ARTICLE | doi:10.20944/preprints202304.0086.v1
Subject: Computer Science And Mathematics, Artificial Intelligence And Machine Learning Keywords: Image fusion; generative adversarial network (GAN); local binary patterns (LBP); multi-modal images
Online: 6 April 2023 (10:03:31 CEST)
Image fusion is the process of combining multiple input images from single or multiple imaging modalities into a fused image, which is expected to be more informative for human or machine perception as compared to any of the input images. In this paper, we propose a novel method based on deep learning for fusing infrared images and visible images, named the LBP-based proportional input generative adversarial network (LPGAN). In the image fusion task, the preservation of structural similarity and image gradient information is contradictory, and it is difficult for both to achieve good performance at the same time. To solve this problem, we innovatively introduce Local Binary Patterns (LBP) into Generative Adversarial Networks (GANs), which effectively utilize the texture features of the source images, so that the network has stronger feature extraction ability and anti-interference ability. In the feature extraction stage, we introduce a pseudo-siamese network for the generator to extract the detailed features and the contrast features.
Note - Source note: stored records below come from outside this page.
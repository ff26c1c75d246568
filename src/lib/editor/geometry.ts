// Editing geometry in tank metres (y up): shapes made from drags, moved, resized, rotated; outlines for drawing;
// hit tests and handles for the select tool; snapping to the grid or the cells. Pure functions.
import type { ShapeDoc } from '../scene/schema';
import { shapeBounds, shapeCentroid, pointInShape, shapeSignedDistance, type Bounds } from '../scene/shapes';
import { toDrawn, toWorld } from '../scene/keys';
import { shownPlacementAt, type PropLike, type SolvedPose } from '../scene/pose';
import { type EditorDoc, type ItemRef, type AnyItem, allItems } from './document';

export type Vec = [number, number];

/** Rounds to 1e-6 m (a micrometre) so documents don't carry float noise like 0.30000000000000004. */
export const tidy = (v: number) => Math.round(v * 1e6) / 1e6;
const tidyPt = (p: readonly number[]): Vec => [tidy(p[0]), tidy(p[1])];

/** Snaps a value to the nearest multiple of `step` (no snapping when step ≤ 0). */
export function snapValue(v: number, step: number): number {
  return step > 0 ? tidy(Math.round(v / step) * step) : v;
}

/** Rectangle spanned by two corners (any order). */
export function rectFromCorners(a: Vec, b: Vec): ShapeDoc {
  return { type: 'rect', x: tidy(Math.min(a[0], b[0])), y: tidy(Math.min(a[1], b[1])), width: tidy(Math.abs(b[0] - a[0])), height: tidy(Math.abs(b[1] - a[1])) };
}

/** Circle centred on `a` through `b`. */
export function circleFromDrag(a: Vec, b: Vec): ShapeDoc {
  return { type: 'circle', x: tidy(a[0]), y: tidy(a[1]), radius: tidy(Math.hypot(b[0] - a[0], b[1] - a[1])) };
}

/**
 * The ellipse inscribed in the box of two corners, as a polygon of `segments` points. The polygon is chosen to have
 * the ellipse's area: vertices on an ellipse scaled by √(2π / (n·sin(2π/n))) (a regular n-gon inscribed in a circle of
 * radius R has area ½·n·R²·sin(2π/n)).
 */
export function ellipseFromCorners(a: Vec, b: Vec, segments = 48): ShapeDoc {
  const cx = (a[0] + b[0]) / 2, cy = (a[1] + b[1]) / 2;
  const k = Math.sqrt((2 * Math.PI) / (segments * Math.sin((2 * Math.PI) / segments)));
  const rx = (Math.abs(b[0] - a[0]) / 2) * k, ry = (Math.abs(b[1] - a[1]) / 2) * k;
  const points: Vec[] = [];
  for (let i = 0; i < segments; i++) {
    const t = (2 * Math.PI * i) / segments;
    points.push(tidyPt([cx + rx * Math.cos(t), cy + ry * Math.sin(t)]));
  }
  return { type: 'polygon', points };
}

/** Smallest extent (m) a dragged shape must have to be kept (a click is not a shape). */
export function shapeIsTiny(shape: ShapeDoc, minSize: number): boolean {
  const b = shapeBounds(shape);
  return b.maxX - b.minX < minSize && b.maxY - b.minY < minSize;
}

export function translateShape(shape: ShapeDoc, dx: number, dy: number): ShapeDoc {
  switch (shape.type) {
    case 'rect': return { ...shape, x: tidy(shape.x + dx), y: tidy(shape.y + dy) };
    case 'circle': return { ...shape, x: tidy(shape.x + dx), y: tidy(shape.y + dy) };
    case 'polygon': return { ...shape, points: shape.points.map((p) => tidyPt([p[0] + dx, p[1] + dy])) };
  }
}

/** Maps the shape's bounds `from` onto `to` (axis-aligned scale); a circle keeps its roundness (mean scale). */
export function fitShape(shape: ShapeDoc, from: Bounds, to: Bounds): ShapeDoc {
  const fw = from.maxX - from.minX || 1e-9, fh = from.maxY - from.minY || 1e-9;
  const sx = (to.maxX - to.minX) / fw, sy = (to.maxY - to.minY) / fh;
  const mapX = (x: number) => to.minX + (x - from.minX) * sx;
  const mapY = (y: number) => to.minY + (y - from.minY) * sy;
  switch (shape.type) {
    case 'rect': return rectFromCorners([mapX(shape.x), mapY(shape.y)], [mapX(shape.x + shape.width), mapY(shape.y + shape.height)]);
    case 'circle': {
      const r = shape.radius * Math.sqrt(Math.abs(sx * sy));
      return { type: 'circle', x: tidy(mapX(shape.x)), y: tidy(mapY(shape.y)), radius: tidy(Math.max(r, 1e-6)) };
    }
    case 'polygon': return { type: 'polygon', points: shape.points.map((p) => tidyPt([mapX(p[0]), mapY(p[1])])) };
  }
}

/** Rotates the shape by `degrees` (counter-clockwise) about `about`. A rect becomes a polygon unless the turn is a multiple of 180°. */
export function rotateShape(shape: ShapeDoc, degrees: number, about: Vec = shapeCentroid(shape)): ShapeDoc {
  const a = (degrees * Math.PI) / 180, c = Math.cos(a), s = Math.sin(a);
  const rot = (p: readonly number[]): Vec => {
    const x = p[0] - about[0], y = p[1] - about[1];
    return tidyPt([about[0] + c * x - s * y, about[1] + s * x + c * y]);
  };
  switch (shape.type) {
    case 'circle': { const [x, y] = rot([shape.x, shape.y]); return { ...shape, x, y }; }
    case 'rect': {
      const turns = degrees / 180;
      if (Math.abs(turns - Math.round(turns)) < 1e-9) {
        const [x, y] = rot([shape.x + shape.width, shape.y + shape.height]);
        const [x2, y2] = rot([shape.x, shape.y]);
        return rectFromCorners([x, y], [x2, y2]);
      }
      return { type: 'polygon', points: rectCorners(shape).map(rot) };
    }
    case 'polygon': return { type: 'polygon', points: shape.points.map(rot) };
  }
}

function rectCorners(r: { x: number; y: number; width: number; height: number }): Vec[] {
  return [[r.x, r.y], [r.x + r.width, r.y], [r.x + r.width, r.y + r.height], [r.x, r.y + r.height]];
}

/** The outline of a shape as points (a circle as `segments` points), metres. */
export function shapeOutline(shape: ShapeDoc, segments = 64): Vec[] {
  switch (shape.type) {
    case 'rect': return rectCorners(shape);
    case 'circle': {
      const out: Vec[] = [];
      for (let i = 0; i < segments; i++) {
        const t = (2 * Math.PI * i) / segments;
        out.push([shape.x + shape.radius * Math.cos(t), shape.y + shape.radius * Math.sin(t)]);
      }
      return out;
    }
    case 'polygon': return shape.points.map((p) => [p[0], p[1]] as Vec);
  }
}

/**
 * A prop's outline at `frame` (world metres) as the view shows it: a free prop at its solved pose when `solved` (the
 * live preview's prop states at that frame) has it, otherwise where its keys put it (shownPlacementAt).
 */
export function propOutlineAt(item: PropLike & { id: string }, frame: number, solved: readonly SolvedPose[] | null = null): Vec[] {
  const place = shownPlacementAt(item, frame, solved);
  const out: Vec[] = [];
  const tmp = [0, 0];
  for (const p of shapeOutline(item.shape)) { toWorld(place, p[0], p[1], tmp); out.push([tmp[0], tmp[1]]); }
  return out;
}

/** The drawn-pose point of world point (x, y) for an item as shown at `frame` (props move; everything else stays). */
function toItemFrame(item: AnyItem, x: number, y: number, frame: number, solved: readonly SolvedPose[] | null): Vec {
  if (!('keys' in item)) return [x, y];
  const place = shownPlacementAt(item, frame, solved);
  const out = [0, 0];
  toDrawn(place, x, y, out);
  return [out[0], out[1]];
}

/**
 * True when world point (x, y) is on the item as shown at `frame`, within `tolerance` metres of its edge. A free prop
 * is where the live preview solved it (`solved`: the preview's prop states at that frame, or null).
 */
export function hitsItem(item: AnyItem, x: number, y: number, frame: number, tolerance: number, solved: readonly SolvedPose[] | null = null): boolean {
  const [px, py] = toItemFrame(item, x, y, frame, solved);
  if (pointInShape(item.shape, px, py)) return true;
  return shapeSignedDistance(item.shape, px, py, [0, 0]) <= tolerance;
}

/** The topmost item under world point (x, y) as shown at `frame` (drains and props are drawn last, so they come first). */
export function hitTest(doc: EditorDoc, x: number, y: number, frame: number, tolerance: number, solved: readonly SolvedPose[] | null = null): ItemRef | null {
  const items = allItems(doc);
  for (let i = items.length - 1; i >= 0; i--) if (hitsItem(items[i].item, x, y, frame, tolerance, solved)) return items[i].ref;
  return null;
}

/** Items whose drawn bounds meet the box. */
export function itemsInBox(doc: EditorDoc, box: Bounds): ItemRef[] {
  return allItems(doc)
    .filter(({ item }) => {
      const b = shapeBounds(item.shape);
      return b.maxX >= box.minX && b.minX <= box.maxX && b.maxY >= box.minY && b.minY <= box.maxY;
    })
    .map((e) => e.ref);
}

export type HandleKind = 'corner' | 'rotate' | 'key' | 'direction';
export interface Handle {
  kind: HandleKind;
  /** World position, metres. */
  x: number;
  y: number;
  /** corner: 0 lower-left, 1 lower-right, 2 upper-right, 3 upper-left; key: the key's index. */
  index: number;
  /** key: the key's frame. */
  frame?: number;
}

/** Metres of handle arm per m/s of spout speed (the direction handle sits at centroid + velocity·this). */
export const SPOUT_ARM_PER_SPEED = 0.1;

/**
 * The handles of one selected item: four resize corners on its drawn bounds, a rotate knob above them, a key dot per
 * prop key (where the key puts the centroid) and a spout's direction knob. `pixel` is metres per screen pixel.
 */
export function handlesOf(item: AnyItem, pixel: number): Handle[] {
  const b = shapeBounds(item.shape);
  const hs: Handle[] = [
    { kind: 'corner', x: b.minX, y: b.minY, index: 0 },
    { kind: 'corner', x: b.maxX, y: b.minY, index: 1 },
    { kind: 'corner', x: b.maxX, y: b.maxY, index: 2 },
    { kind: 'corner', x: b.minX, y: b.maxY, index: 3 },
    { kind: 'rotate', x: (b.minX + b.maxX) / 2, y: b.maxY + 24 * pixel, index: 0 },
  ];
  const [cx, cy] = shapeCentroid(item.shape);
  if ('keys' in item) item.keys.forEach((k, i) => hs.push({ kind: 'key', x: cx + k.dx, y: cy + k.dy, index: i, frame: k.frame }));
  if ('startFrame' in item && 'velocity' in item) {
    hs.push({ kind: 'direction', x: cx + item.velocity[0] * SPOUT_ARM_PER_SPEED, y: cy + item.velocity[1] * SPOUT_ARM_PER_SPEED, index: 0 });
  }
  return hs;
}

/**
 * The handle within `radius` metres of (x, y), preferring keys and knobs over corners. When key diamonds overlap there
 * (keys on neighbouring frames), the key nearest in time to `frame` wins — the one at the current frame when there is
 * one — so the keys list's pick (which sets the frame) is the key a drag takes.
 */
export function handleAt(handles: readonly Handle[], x: number, y: number, radius: number, frame?: number): Handle | null {
  let best: Handle | null = null, bestD = radius;
  for (const h of handles) {
    const d = Math.hypot(h.x - x, h.y - y) - (h.kind === 'corner' ? 0 : 0.25 * radius);
    if (d <= bestD) { best = h; bestD = d; }
  }
  if (best?.kind !== 'key' || frame === undefined) return best;
  let key = best, gap = Math.abs((best.frame ?? 0) - frame);
  for (const h of handles) {
    if (h.kind !== 'key' || Math.hypot(h.x - x, h.y - y) > radius) continue;
    const g = Math.abs((h.frame ?? 0) - frame);
    if (g < gap) { key = h; gap = g; }
  }
  return key;
}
At the same time, considering the characteristic distribution of different modal images, we propose a 1:4 scale input mode. Extensive experiments on the publicly available TNO dataset and CVC14 dataset show that the proposed method achieves the state-of-the-art performance. We also test the universality of LPGAN through the fusion of RGB and infrared images on the RoadScene dataset. In addition, LPGAN is applied to multi-spectral remote sensing image fusion. Both qualitative and quantitative experiments demonstrate that our LPGAN can not only achieve good structural similarity, but also retain rich detailed information.